7 Negara Telah Menggunakan Teknologi S-400, Setengah Lusin Yang Lain Menunjukkan Minat Besar
S-400

7 Negara Telah Menggunakan Teknologi S-400, Setengah Lusin Yang Lain Menunjukkan Minat Besar

Sistem rudal darat ke udara S-400 Rusia pertama kali masuk layanan pada April 2007, dengan unit-unit pertama dikerahkan untuk melindungi wilayah Moskow dan unit-unit berikutnya ditempatkan di sebagian besar negara itu.

Sejak itu tersedia untuk ekspor pada awal 2010-an, S-400 telah memperoleh minat asing yang besar dengan sejumlah pihak yang mencari baik untuk mendapatkan platform secara langsung, atau untuk memperoleh teknologi untuk integrasi ke sistem lain.

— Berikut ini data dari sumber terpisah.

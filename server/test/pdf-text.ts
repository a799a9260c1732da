import { execFile } from 'node:child_process';
import { join } from 'node:path';

export interface PdfText {
  pages: number;
  text: string;
}

// Extracts a PDF's text with pdfjs-dist in a child Node process (see pdf-text.mjs).
export function pdfText(pdf: Buffer): Promise<PdfText> {
  return new Promise((resolve, reject) => {
    const child = execFile(
      process.execPath,
      [join(__dirname, 'pdf-text.mjs')],
      { maxBuffer: 16 * 1024 * 1024 },
      (error, stdout, stderr) => {
        if (error) reject(new Error(`pdf-text failed: ${stderr || error.message}`));
        else resolve(JSON.parse(stdout) as PdfText);
      },
    );
    child.stdin?.end(pdf);
  });
}

// Line breaks fall wherever the page width puts them: compare text without whitespace.
export function squash(text: string): string {
  return text.replace(/\s+/g, '');
}
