import { DataSource } from 'typeorm';
import { buildDataSourceOptions } from '../src/database/data-source';
import { MIGRATIONS } from '../src/database/migrations';
import { seed } from '../src/database/seed';
import { SEED_ORGANIZATIONS } from '../src/database/seed-data';
import type { SetupRecord } from './global-setup';

const record = JSON.parse(process.env.YARDCALL_SETUP_RECORD ?? 'null') as SetupRecord | null;

describe('database', () => {
  let dataSource: DataSource;
  beforeAll(async () => {
    dataSource = await new DataSource({
      ...buildDataSourceOptions(process.env.DATABASE_URL!),
      logging: false,
    }).initialize();
  });
  afterAll(async () => {
    await dataSource.destroy();
  });

  it('ran the migrations up (global setup) and recorded every one of them', async () => {
    expect(record).not.toBeNull();
    // The test runner hands over a fresh, empty database: then every migration ran in this run.
    if (record!.tablesBefore === 0) {
      expect(record!.migrationsRan).toEqual(MIGRATIONS.map((m) => m.name));
      // ...and reverting them all left only TypeORM's own bookkeeping table before they ran up again.
      expect(record!.tablesAfterRevert).toEqual(['migrations']);
    }
    const rows = await dataSource.query<{ name: string }[]>('SELECT name FROM migrations ORDER BY id');
    expect(rows.map((r) => r.name)).toEqual(MIGRATIONS.map((m) => m.name));
    expect(await dataSource.showMigrations()).toBe(false);
  });

  it('has no drift between the entities and the migrated schema (what migration:generate --check checks)', async () => {
    const sql = await dataSource.driver.createSchemaBuilder().log();
    expect(sql.upQueries.map((q) => q.query)).toEqual([]);
  });

  it('keeps e-mail addresses unique whatever their case', async () => {
    const [org] = await dataSource.query<{ id: string }[]>('SELECT id FROM organizations LIMIT 1');
    await expect(
      dataSource.query(
        `INSERT INTO users (organization_id, email, name, role) VALUES ($1, 'DRIVER@YARDCALL.TEST', 'x', 'driver')`,
        [org!.id],
      ),
    ).rejects.toThrow(/UQ_users_email_lower/);
  });

  it('seeded the demo data, and the second seed in global setup changed nothing', () => {
    const expectedUsers = SEED_ORGANIZATIONS.reduce((n, o) => n + o.users.length, 0);
    const expectedVehicles = SEED_ORGANIZATIONS.reduce((n, o) => n + o.vehicles.length, 0);
    if (record!.tablesBefore === 0) {
      expect(record!.firstSeed).toMatchObject({
        organizations: SEED_ORGANIZATIONS.length,
        users: expectedUsers,
        vehicles: expectedVehicles,
        // The demo organisation's history (seed-history.ts): weeks of walk-arounds with notes, a photo
        // and two practice attempts.
        history: { voiceNotes: 3, photos: 1, trainingAttempts: 2 },
      });
      expect(record!.firstSeed.inspections).toBeGreaterThan(100);
    }
    expect(record!.secondSeed).toEqual({ organizations: 0, users: 0, vehicles: 0, inspections: 0, history: null });
    expect(record!.countsAfterSecond).toEqual(record!.countsAfterFirst);
  });

  it('changes nothing when run once more', async () => {
    const snapshot = async () =>
      dataSource.query<unknown[]>(
        `SELECT (SELECT json_agg(o ORDER BY o.id) FROM organizations o) AS orgs,
                (SELECT json_agg(u ORDER BY u.id) FROM users u) AS users,
                (SELECT json_agg(v ORDER BY v.id) FROM vehicles v) AS vehicles`,
      );
    const before = await snapshot();
    await expect(seed(dataSource)).resolves.toEqual({
      organizations: 0,
      users: 0,
      vehicles: 0,
      inspections: 0,
      history: null,
    });
    expect(await snapshot()).toEqual(before);
  });
});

Turki yang menerima unit S-400 pertama sejak 12 Juli 2019 menjadi negara kelima yang dilaporkan menerapkan sistem S-400 dan negara ketujuh yang menerapkan teknologi S-400. Operator lain dari sistem ini termasuk Rusia, China, Belarus dan Aljazair. Tidak seperti Turki, empat negara tersebut merupakan klien lama untuk sistem pertahanan udara jarak jauh Rusia dan Soviet dan telah mengoperasikan sistem seperti itu selama lebih dari 40 tahun.

Dua negara bagian lainnya telah memperoleh teknologi S-400 dan menempatkannya di sistem rudal lainnya. Korea Selatan membangun sistem pertahanan udara Cheolmae-2 yang didasarkan pada teknologi yang dibeli dari Rusia dan diatur untuk juga mengintegrasikan teknologi ini pada sistem pertahanan udara berbasis kapalnya.

Cheolmae-2

Mesir juga memperoleh teknologi seperti itu melalui pembelian sistem S-300V4, yang merupakan satu-satunya klien ekspor. S-300V4 dalam beberapa hal merupakan sistem yang lebih canggih dan lebih baru daripada S-400, dan lebih khusus dalam pertahanan terhadap rudal jelajah. Sistem mendapat manfaat dari mobilitas yang lebih tinggi dari S-400.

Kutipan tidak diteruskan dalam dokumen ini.